I think that it's pretty dumb to say that one genre of gaming isn't "real gaming" or that you're "not a real gamer" if you play them (I've heard people on the internet and in real life speaking like this). A gamer is someone who plays games. You don't need to pass some sort of spiritual test to become a gamer - all you have to do is just play a game. It's so annoying when people say that others aren't "real gamers" or look down on them because they haven't played this and that. At the end of the day, it's just a *game*. It's not wholly important in the grand scheme of things.

Anyway, I think that mobile gaming will last for a good while. This is mainly because it's cheaper than console gaming and it appeals to almost everyone.


----------



## Bowie (Nov 10, 2014)

I frankly couldn't care less. Games are games, whether you're playing them on a wooden slab or a small device.


----------



## Lock (Nov 10, 2014)

Bowie said:


> I frankly couldn't care less. Games are games, whether you're playing them on a wooden slab or a small device.



I'm going to agree with Bowie.


----------



## Alienfish (Nov 10, 2014)

Lol, the 3/DS systems uses touchscreen, so does the Psvita system so they are not alone on that even though they might have to base it heavier on touch for phones.

And I prefer computer and other console to phones since you get more what you pay for at not just some rubbish you can clear on your way to work.


----------



## Story (Nov 10, 2014)

Noiru said:


> Lol, the 3/DS systems uses touchscreen, so does the Psvita system so they are not alone on that even though they might have to base it heavier on touch for phones.
> 
> And I prefer computer and other console to phones since you get more what you pay for at not just some rubbish you can clear on your way to work.


Actually, the 3DS uses a stylus which isn't the same thing when you account for player input. You can pinch and use multiple fingers with a touch screen, you can't do that with a stylus. I guess it may seem similar, but they are actually are two different ways of controlling things. I'll give you the vita and by extension the Dual Shock 4 on the PS4, but even those two are different in that player cannot directly see the inputs on the screen when they use the touch pad. And again, all of these examples have buttons too.

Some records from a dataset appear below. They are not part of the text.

import { describe, expect, it } from 'vitest';
import { correctRadii } from '../../../core/reconstruct/fit/radius-correction.js';
import { fitRobustLine } from '../../../core/reconstruct/fit/robust-line.js';
import { refineCircleGeometric, fitCircleTaubin } from '../../../core/reconstruct/fit/circle-fit.js';
import { SegmentTree } from '../../../core/topology/node-tree.js';
import type { Segment } from '../../../core/types/network.js';
import { createRandom } from '../../../core/util/random.js';

/**
 * A two-branch network with an exact geometric taper r(s) = r0·e^(−k s) along each branch,
 * s the distance from the branch base: the analytic truth the taper model must recover.
 * Trunk: 10 segments of 0.5 m from r0 = 0.2 m; branch 1 leaves trunk segment 4 with r0 = 0.05 m,
 * 6 segments of 0.3 m; branch 2 leaves trunk segment 7 with 3 segments of 0.2 m, r0 = 0.03 m.
 */
function taperedNetwork(): { segments: Segment[]; truth: number[] } {
  const segments: Segment[] = [];
  const truth: number[] = [];
  const add = (parentId: number, branchId: number, order: number, s0: number, len: number, r0: number, k: number, z0: number, x0: number) => {
    const id = segments.length;
    const r = r0 * Math.exp(-k * (s0 + len / 2));
    truth.push(r);
    segments.push({
      segmentId: id,
      parentId,
      branchId,
      branchOrder: order,
      strahlerOrder: 1,
      start: [x0, 0, z0],
      end: [x0 + (order ? len : 0), 0, z0 + (order ? 0 : len)],
      radiusM: r,
      radiusSeM: 0.02 * r,
      lengthM: len,
      fitRmseM: 0.001,
      arcCoverage: 1,
      pointCount: 100,
      reliable: true,
      reliabilityReason: '',
    });
    return id;
  };
  let prev = -1;
  for (let j = 0; j < 10; j++) prev = add(prev, 0, 0, j * 0.5, 0.5, 0.2, 0.15, j * 0.5, 0);
  prev = 4;
  for (let j = 0; j < 6; j++) prev = add(prev, 1, 1, j * 0.3, 0.3, 0.05, 0.4, 2.5, j * 0.3);
  prev = 7;
  for (let j = 0; j < 3; j++) prev = add(prev, 2, 1, j * 0.2, 0.2, 0.03, 0.5, 4, j * 0.2);
  return { segments, truth };
}

function run(segments: Segment[], options: Parameters<typeof correctRadii>[2] = {}) {
  return correctRadii(segments, SegmentTree.fromNetwork(segments), options);
}

describe('correctRadii', () => {
  it('replaces unreliable radii by the branch taper line, within 1 % of the analytic taper', () => {
    // Analytic case: log r is exactly linear in s on the reliable segments, so the fitted line is exact.
    const { segments, truth } = taperedNetwork();
    for (const i of [2, 6, 12]) {
      segments[i] = { ...segments[i], radiusM: segments[i].radiusM * 2.5, reliable: false, reliabilityReason: 'thin_arc' };
    }
    const { segments: out, summary } = run(segments);
    for (const i of [2, 6, 12]) {
      expect(out[i].radiusCorrection).toBe('taper_model');
      expect(Math.abs(out[i].radiusM / truth[i] - 1)).toBeLessThan(0.01);
      expect(out[i].radiusFitM).toBeCloseTo(truth[i] * 2.5, 12);
      expect(out[i].reliable).toBe(false);
      expect(out[i].reliabilityReason).toBe('thin_arc');
    }
    expect(summary.byCode.taper_model).toBe(3);
    expect(summary.branchesWithTaperModel).toBe(3);
  });

  it('records radiusFitM on every segment and leaves reliable radii alone when there is no noise', () => {
    // Without range noise the bias term σ²/(2r) is zero: nothing to correct.
    const { segments, truth } = taperedNetwork();
    const { segments: out } = run(segments);
    out.forEach((s, i) => {
      expect(s.radiusFitM).toBe(truth[i]);
      expect(s.radiusM).toBe(truth[i]);
      expect(s.radiusCorrection).toBe('');
    });
  });

  it('removes the noise bias σ²/(2r) of a geometric fit, as a Monte Carlo of noisy circles shows', () => {
    // Taylor expansion √((r+ε_r)² + ε_t²) ≈ r + ε_r + ε_t²/(2r) (derivation in radius-correction.ts);
    // checked against circles fitted to points with isotropic noise.
    const rnd = createRandom(17);
    const r = 0.01;
    const sigma = 0.001;
    let sum = 0;
    const reps = 400;
    for (let k = 0; k < reps; k++) {
      const u = new Float64Array(100), v = new Float64Array(100);
      for (let i = 0; i < 100; i++) {
        const th = rnd.uniform(0, 2 * Math.PI);
        u[i] = r * Math.cos(th) + sigma * rnd.normal();
        v[i] = r * Math.sin(th) + sigma * rnd.normal();
      }
      sum += refineCircleGeometric(u, v, fitCircleTaubin(u, v)!).radius;
    }
    const fitted = sum / reps;
    const bias = (sigma * sigma) / (2 * r);
    // the Monte Carlo mean is r + σ²/(2r) within its standard error (σ/√(100·400) = 5e-6 m)
    expect(Math.abs(fitted - r - bias)).toBeLessThan(2e-5);
    // the rule's correction applied to the fitted mean lands on the true radius
    expect(Math.abs(fitted - (sigma * sigma) / (2 * fitted) - r)).toBeLessThan(0.03 * r);
    const { segments, truth } = taperedNetwork();
    const out = run(segments, { rangeNoiseM: sigma }).segments;
    out.forEach((s, i) => {
      expect(s.radiusCorrection).toBe('noise_bias');
      expect(s.radiusM).toBeCloseTo(truth[i] - (sigma * sigma) / (2 * truth[i]), 12);
      expect(s.radiusFitM).toBe(truth[i]);
    });
  });

  it('subtracts a stated edge inflation and never more than half the radius', () => {
    // Rule 1 of radius-correction.ts: r − σ²/(2r) − edge, capped at r/2.
    const { segments, truth } = taperedNetwork();
    const out = run(segments, { edgeInflationM: 0.001 }).segments;
    expect(out[0].radiusM).toBeCloseTo(truth[0] - 0.001, 12);
    const big = run(segments, { edgeInflationM: 0.05 }).segments;
    expect(big[18].radiusM).toBeCloseTo(Math.max(truth[18] - 0.05, truth[18] / 2), 12);
  });

  it('flags a segment much thicker than its parent as taper_outlier and corrects it', () => {
    // A branch thickens outwards only by fitting error (pipe-model reasoning, Shinozaki et al. 1964).
    const { segments, truth } = taperedNetwork();
    segments[13] = { ...segments[13], radiusM: truth[13] * 1.8 };
    const { segments: out, summary } = run(segments);
    expect(out[13].reliable).toBe(false);
    expect(out[13].reliabilityReason).toBe('taper_outlier');
    expect(out[13].radiusFitM).toBeCloseTo(truth[13] * 1.8, 12);
    expect(Math.abs(out[13].radiusM / truth[13] - 1)).toBeLessThan(0.02);
    expect(summary.taperOutliers).toBeGreaterThanOrEqual(1);
  });

  it('flags a segment far below its branch taper line as taper_outlier', () => {
    // Off the branch's own taper by more than 25 % (rule 2 of radius-correction.ts).
    const { segments, truth } = taperedNetwork();
    segments[5] = { ...segments[5], radiusM: truth[5] * 0.5 };
    const { segments: out } = run(segments);
    expect(out[5].reliabilityReason).toBe('taper_outlier');
    expect(Math.abs(out[5].radiusM / truth[5] - 1)).toBeLessThan(0.01);
  });

  it('falls back to the tree-wide apex allometry on a branch without enough reliable segments', () => {
    // Rule 4: branch 2 keeps one reliable segment, too few for its own taper line.
    const { segments, truth } = taperedNetwork();
    for (const i of [17, 18]) segments[i] = { ...segments[i], radiusM: truth[i] * 3, reliable: false, reliabilityReason: 'below_noise' };
    const { segments: out, summary } = run(segments);
    for (const i of [17, 18]) {
      expect(['apex_allometry', 'parent_cap']).toContain(out[i].radiusCorrection);
      expect(out[i].radiusM).toBeLessThan(truth[i] * 3);
      expect(out[i].radiusM).toBeLessThanOrEqual(out[segments[i].parentId].radiusM);
      expect(out[i].radiusFitM).toBeCloseTo(truth[i] * 3, 12);
    }
    expect(summary.apexAllometry).not.toBeNull();
    expect(summary.apexAllometry!.exponent).toBeGreaterThan(0);
  });

  it('replaces an inflated thin reliable fit but keeps a consistent one', () => {
    // thin_radius_m rule: thin fits above the taper line by > 2 robust σ are inflated (mixed pixels).
    const { segments, truth } = taperedNetwork();
    // 10 % above the line: beyond 2 × the 2 % spread floor, below the 15 % parent-ratio and 25 % outlier limits
    segments[15] = { ...segments[15], radiusM: truth[15] * 1.1 };
    const out = run(segments, { thinRadiusM: 0.05 }).segments;
    expect(out[15].radiusCorrection).toBe('taper_model');
    expect(Math.abs(out[15].radiusM / truth[15] - 1)).toBeLessThan(0.01);
    expect(out[14].radiusCorrection).toBe('');
  });

  it("with mode 'none' keeps every raw radius but still records radiusFitM and taper outliers", () => {
    // Correction must be optional and never hidden (issue 4, item 4).
    const { segments, truth } = taperedNetwork();
    segments[13] = { ...segments[13], radiusM: truth[13] * 1.8 };
    const out = run(segments, { mode: 'none', rangeNoiseM: 0.003 }).segments;
    out.forEach((s, i) => {
      expect(s.radiusM).toBe(segments[i].radiusM);
      expect(s.radiusFitM).toBe(segments[i].radiusM);
      expect(s.radiusCorrection).toBe('');
    });
    expect(out[13].reliabilityReason).toBe('taper_outlier');
  });

  it('does not modify its input and gives the same result when applied twice', () => {
    // Idempotence: the raw fit is read back from radiusFitM.
    const { segments } = taperedNetwork();
    segments[2] = { ...segments[2], radiusM: 0.5, reliable: false, reliabilityReason: 'poor_fit' };
    const copy = JSON.parse(JSON.stringify(segments));
    const once = run(segments, { rangeNoiseM: 0.002 }).segments;
    expect(segments).toEqual(copy);
    const twice = run(once, { rangeNoiseM: 0.002 }).segments;
    expect(twice.map((s) => s.radiusM)).toEqual(once.map((s) => s.radiusM));
  });

  it('derives branches itself when branch ids are not assigned yet', () => {
    // Same analytic taper; every segment says branch 0, so branches must come from the tree shape
    // (main continuation = child with the longest path to a tip).
    const { segments, truth } = taperedNetwork();
    for (let i = 0; i < segments.length; i++) segments[i] = { ...segments[i], branchId: 0 };
    segments[12] = { ...segments[12], radiusM: truth[12] * 2.5, reliable: false, reliabilityReason: 'thin_arc' };
    const out = run(segments).segments;
    expect(out[12].radiusCorrection).toBe('taper_model');
    expect(Math.abs(out[12].radiusM / truth[12] - 1)).toBeLessThan(0.01);
  });

  it('keeps a correction code set upstream when no rule here applies', () => {
    // radiusCorrection must say where every radius came from (issue 4, item 4).
    const { segments } = taperedNetwork();
    segments[3] = { ...segments[3], radiusCorrection: 'cluster_spread' };
    const out = run(segments).segments;
    expect(out[3].radiusCorrection).toBe('cluster_spread');
    expect(run(segments, { mode: 'none' }).segments[3].radiusCorrection).toBe('cluster_spread');
  });

  it('copes with a one-segment network and a NaN radius without producing NaN', () => {
    // Robustness rule of the project: bad numbers never turn into NaN output.
    const { segments } = taperedNetwork();
    const one = run([segments[0]], { rangeNoiseM: 0.002 }).segments;
    expect(one[0].radiusM).toBeGreaterThan(0);
    segments[3] = { ...segments[3], radiusM: NaN, reliable: false, reliabilityReason: 'few_points' };
    const out = run(segments, { rangeNoiseM: 0.002 }).segments;
    expect(Number.isFinite(out[3].radiusM)).toBe(true);
    expect(out[3].radiusCorrection).toBe('taper_model');
    expect(out[3].radiusFitM).toBe(0);
    // applied again, the missing fit stays missing and the model value is not taken for a fit
    const again = run(out, { rangeNoiseM: 0.002 }).segments;
    expect(again[3].radiusFitM).toBe(0);
    expect(again[3].radiusM).toBeCloseTo(out[3].radiusM, 12);
    for (const s of out) {
      expect(Number.isNaN(s.radiusM)).toBe(false);
      expect(Number.isNaN(s.radiusFitM)).toBe(false);
    }
  });

  it('throws when the tree does not match the segments', () => {
    const { segments } = taperedNetwork();
    expect(() => correctRadii(segments.slice(0, 5), SegmentTree.fromNetwork(segments))).toThrow(/segments/);
  });
});

describe('fitRobustLine', () => {
  it('recovers an exact line and ignores a gross outlier', () => {
    // y = 2 − 0.5x exactly, one point off by +3: Tukey weights give it weight 0 (Huber 1981).
    const x = [0, 1, 2, 3, 4, 5, 6];
    const y = x.map((v) => 2 - 0.5 * v);
    y[3] += 3;
    const l = fitRobustLine(x, y, x.map(() => 1))!;
    expect(l.intercept).toBeCloseTo(2, 10);
    expect(l.slope).toBeCloseTo(-0.5, 10);
    expect(l.count).toBe(6);
  });

  it('holds the slope at zero when its sign is forbidden', () => {
    // Taper constraint: radius must not grow towards the tip.
    const x = [0, 1, 2, 3];
    const y = [1, 1.1, 1.2, 1.3];
    const l = fitRobustLine(x, y, [1, 1, 1, 1], -1)!;
    expect(l.slope).toBe(0);
    expect(l.intercept).toBeCloseTo(1.15, 10);
  });

  it('returns null with no points or zero weights', () => {
    expect(fitRobustLine([], [], [])).toBeNull();
    expect(fitRobustLine([1, 2], [1, 2], [0, 0])).toBeNull();
  });
});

I guess I'm very much playing devil's advocate here, but I really, really love gaming it all its forms even mobile games. It is not often that I get a chance to talk about them since so many people dismiss them. And personally I'll play games in any way be it touchscreen, joysick, keyboard, motion control, voice control, ect. 

And to be fair, the mobile games are cheaper than any console games and most PC games so in most cases you do get what you pay for.

Edit:
Actually, I have a funny story about the value of mobile games. xD I actually have a friend who refuses to buy a home console because they feel they can get a lot more games in a cheaper and more convenient way by simply buying them on her phone. Well, she's kinda right about that.


----------



## Alienfish (Nov 10, 2014)

Story said:


> Actually, the 3DS uses a stylus which isn't the same thing when you account for player input. You can pinch and use multiple fingers with a touch screen, you can't do that with a stylus. I guess it may seem similar, but they are actually are two different ways of controlling things. I'll give you the vita and by extension the Dual Shock 4 on the PS4, but even those two are different in that player cannot directly see the inputs on the screen when they use the touch pad. And again, all of these examples have buttons too.
> 
> I guess I'm very much playing devil's advocate here, but I really, really love gaming it all its forms even mobile games. It is not often that I get a chance to talk about them since so many people dismiss them. And personally I'll play games in any way be it touchscreen, joysick, keyboard, motion control, voice control, ect.
> 
> ...



Touch either way, really. And I mostly used just my fingers since it got as dirty using the stylus. And psvita doesn't have pencils unless some freak made 'em.


----------



## Flop (Nov 10, 2014)

It will not die out. To suggest that is to suggest smart phones will cease to exist. 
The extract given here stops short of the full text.